#### DATA LISTING
=== Begin Enclosure ===

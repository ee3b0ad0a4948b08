import type { Process } from '../statistics/consensus.js';
import { judgeClampRing } from './clamp-ring.js';
import type { Dimension } from './dimension.js';
import { judgeDovetail } from './dovetail.js';
import { judgeEnvelope, type EnvelopeBody } from './envelope.js';
import { judgeHolePattern } from './hole-pattern.js';
import type { JointVerdict } from './joint-answer.js';
import type { JointKind } from './joint-kinds.js';
import * as say from './joint-sentence.js';
import { judgeSeat } from './seat.js';
import { judgeShaftBore, type DriveForm } from './shaft-bore.js';
import { judgeThreadPair } from './thread-pair.js';

/** Looks up what is known of one side; null where nobody has read it. */
export type Reader = { dim(name: string): Dimension | null; word(name: string): string | null };
/** A verdict of one judge; what it leaves out does not apply to its kind. */
export type Judged = Partial<Omit<JointVerdict, 'missing'>> &
  Pick<JointVerdict, 'verdict' | 'sentence'> & { missing: readonly (readonly ['a' | 'b', string])[] };

/** One judge for each kind of joint: asks for the dimensions it needs and words its answer. */
export const judges: Record<JointKind, (a: Reader, b: Reader, process: Process) => Judged> = {
  'boss-recess': (a, b, process) =>
    seat(
      a.dim('diameter'),
      a.dim('height'),
      b.dim('diameter'),
      b.dim('depth'),
      process,
      ['boss', 'recess', 'height'],
      a.dim('plateWidth'),
    ),
  'barrel-bore': (a, b, process) =>
    seat(
      a.dim('diameter'),
      a.dim('length'),
      b.dim('diameter'),
      b.dim('depth'),
      process,
      ['barrel', 'bore', 'length'],
      null,
    ),
  'thread-pair': (a, b) => {
    const result = judgeThreadPair(threadSide(a), threadSide(b));
    return {
      verdict: result.verdict,
      margin: result.depthSpare,
      marginOf: 'depth to spare',
      chance: result.chance,
      gap: result.standOff,
      touches:
        result.trouble === 'bottoms' ? 'the end of the male thread on the floor of the female one' : null,
      sentence: say.thread(result),
      missing: result.missing.map((name) => split(name)),
    };
  },
  'hole-pattern': (a, b) => {
    const result = judgeHolePattern({
      holes: {
        count: a.dim('count')?.value ?? null,
        circle: a.dim('circle'),
        holeDiameter: a.dim('holeDiameter'),
        slotTravel: a.dim('slotTravel'),
        slotAlong: a.word('slotAlong') as 'radius' | 'circle' | null,
      },
      tapped: { count: b.dim('count')?.value ?? null, circle: b.dim('circle'), screw: b.word('screw') },
    });
    return {
      verdict: result.verdict,
      margin: result.margin,
      marginOf: 'radial play left',
      chance: result.chance,
      touches: result.trouble === null ? null : 'the screws against the edges of their holes',
      sentence: say.holes(result),
      missing: result.missing.map((name) => split(name.replace('holes.', 'a.').replace('tapped.', 'b.'))),
    };
  },
  'barrel-clamp': (a, b) => {
    const result = judgeClampRing(
      { open: b.dim('diameter'), closed: b.dim('closedDiameter') },
      a.dim('diameter'),
    );
    const names = {
      'clamp.open': ['b', 'diameter'],
      'clamp.closed': ['b', 'closedDiameter'],
      'barrel.diameter': ['a', 'diameter'],
    } as const;
    return {
      verdict: result.verdict,
      margin: result.margin,
      marginOf: "distance to the end of the clamp's range, on diameter",
      chance: result.chance,
      touches:
        result.trouble === 'barrel-too-small'
          ? 'the split closes before the ring grips'
          : result.trouble === 'barrel-too-large'
            ? 'the barrel on the edge of the ring'
            : null,
      sentence: say.clamp(result),
      missing: result.missing.map((name) => names[name]),
    };
  },
  'shaft-bore': (a, b, process) => {
    const result = judgeShaftBore(driveSide(a), driveSide(b), process);
    return {
      verdict: result.verdict,
      margin: result.clearance,
      chance: result.chance,
      isoFit: result.isoFit,
      touches:
        result.trouble === 'drive-form'
          ? 'the flat or key of the bore on a shaft without one'
          : result.trouble
            ? 'the shaft on the edge of the bore'
            : null,
      sentence: say.shaft(result),
      missing: result.missing.map((name) => split(name.replace('shaft.', 'a.').replace('bore.', 'b.'))),
    };
  },
  dovetail: (a, b) => {
    const result = judgeDovetail(dovetailSide(a), dovetailSide(b));
    return {
      verdict: result.verdict,
      margin: result.clearance,
      marginOf: "opening minus bar at the bar's reference height",
      chance: result.chance,
      touches:
        result.trouble === 'flank-angle'
          ? 'an edge of the bar instead of its flank'
          : result.trouble
            ? "the bar on the clamp's jaws"
            : null,
      sentence: say.dovetail(result),
      missing: result.missing.map((name) => split(name.replace('bar.', 'a.').replace('clamp.', 'b.'))),
    };
  },
  envelope: (a, b) => {
    const result = judgeEnvelope(body(a), body(b));
    const stays = result.verdict === 'tight' || result.verdict === 'will-not-seat';
    return {
      verdict: result.verdict,
      margin: result.margin,
      marginOf: 'room in radius or height',
      chance: result.chance,
      touches: stays ? 'the two bodies at the same angle' : null,
      freeAngles: result.freeAngles,
      turnNeeded: result.turnNeeded,
      sentence: say.envelope(result),
      missing: result.missing.map((name) => split(name.replace('body.', 'a.').replace('obstruction.', 'b.'))),
    };
  },
};

function seat(
  inner: Dimension | null,
  height: Dimension | null,
  outer: Dimension | null,
  depth: Dimension | null,
  process: Process,
  words: readonly [string, string, 'height' | 'length'],
  plateWidth: Dimension | null,
): Judged {
  const result = judgeSeat({
    bossDiameter: inner,
    bossHeight: height,
    recessDiameter: outer,
    recessDepth: depth,
    process,
    ...(plateWidth ? { plateWidth: plateWidth.value } : {}),
  });
  const names = {
    bossDiameter: ['a', 'diameter'],
    bossHeight: ['a', words[2]],
    recessDiameter: ['b', 'diameter'],
    recessDepth: ['b', 'depth'],
  } as const;
  const decidedByDepth = result.carriedBy === 'boss-on-floor';
  return {
    verdict: result.verdict,
    chance: result.chanceSeats,
    gap: result.gap,
    tilt: result.tilt,
    isoFit: result.isoFit,
    margin: decidedByDepth ? result.depthSpare : result.clearance,
    marginOf: decidedByDepth ? 'depth to spare' : 'clearance on diameter',
    touches:
      result.carriedBy === 'boss-on-face'
        ? `the end of the ${words[0]} on the face round the ${words[1]}`
        : decidedByDepth
          ? `the end of the ${words[0]} on the floor of the ${words[1]}`
          : null,
    sentence: say.seat(result, words),
    missing: result.missing.map((name) => names[name]),
  };
}

function threadSide(side: Reader): {
  designation: string | null;
  sex: 'male' | 'female' | null;
  length: Dimension | null;
} {
  return {
    designation: side.word('designation'),
    sex: side.word('sex') as 'male' | 'female' | null,
    length: side.dim('length'),
  };
}

function driveSide(side: Reader): {
  diameter: Dimension | null;
  driveSize: Dimension | null;
  form: DriveForm | null;
} {
  return {
    diameter: side.dim('diameter'),
    driveSize: side.dim('driveSize'),
    form: side.word('form') as DriveForm | null,
  };
}

function dovetailSide(side: Reader): Parameters<typeof judgeDovetail>[0] {
  return {
    width: side.dim('width'),
    referenceHeight: side.dim('referenceHeight'),
    flankAngle: side.dim('flankAngle'),
  };
}

function body(side: Reader): EnvelopeBody {
  return {
    innerRadius: side.dim('innerRadius'),
    outerRadius: side.dim('outerRadius'),
    bottom: side.dim('bottom'),
    top: side.dim('top'),
    angle: side.dim('angle'),
    width: side.dim('width'),
  };
}

function split(name: string): readonly ['a' | 'b', string] {
  const [side, ...rest] = name.split('.');
  return [side as 'a' | 'b', rest.join('.')];
}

=== End Enclosure ===

An exact copy of the lines from the one with "driveSize: Dimension | null;" through the final line of the entries is the whole answer.

#### EXERCISE SOLUTION
  driveSize: Dimension | null;
  form: DriveForm | null;
} {
  return {
    diameter: side.dim('diameter'),
    driveSize: side.dim('driveSize'),
    form: side.word('form') as DriveForm | null,
  };
}

function dovetailSide(side: Reader): Parameters<typeof judgeDovetail>[0] {
  return {
    width: side.dim('width'),
    referenceHeight: side.dim('referenceHeight'),
    flankAngle: side.dim('flankAngle'),
  };
}

function body(side: Reader): EnvelopeBody {
  return {
    innerRadius: side.dim('innerRadius'),
    outerRadius: side.dim('outerRadius'),
    bottom: side.dim('bottom'),
    top: side.dim('top'),
    angle: side.dim('angle'),
    width: side.dim('width'),
  };
}

function split(name: string): readonly ['a' | 'b', string] {
  const [side, ...rest] = name.split('.');
  return [side as 'a' | 'b', rest.join('.')];
}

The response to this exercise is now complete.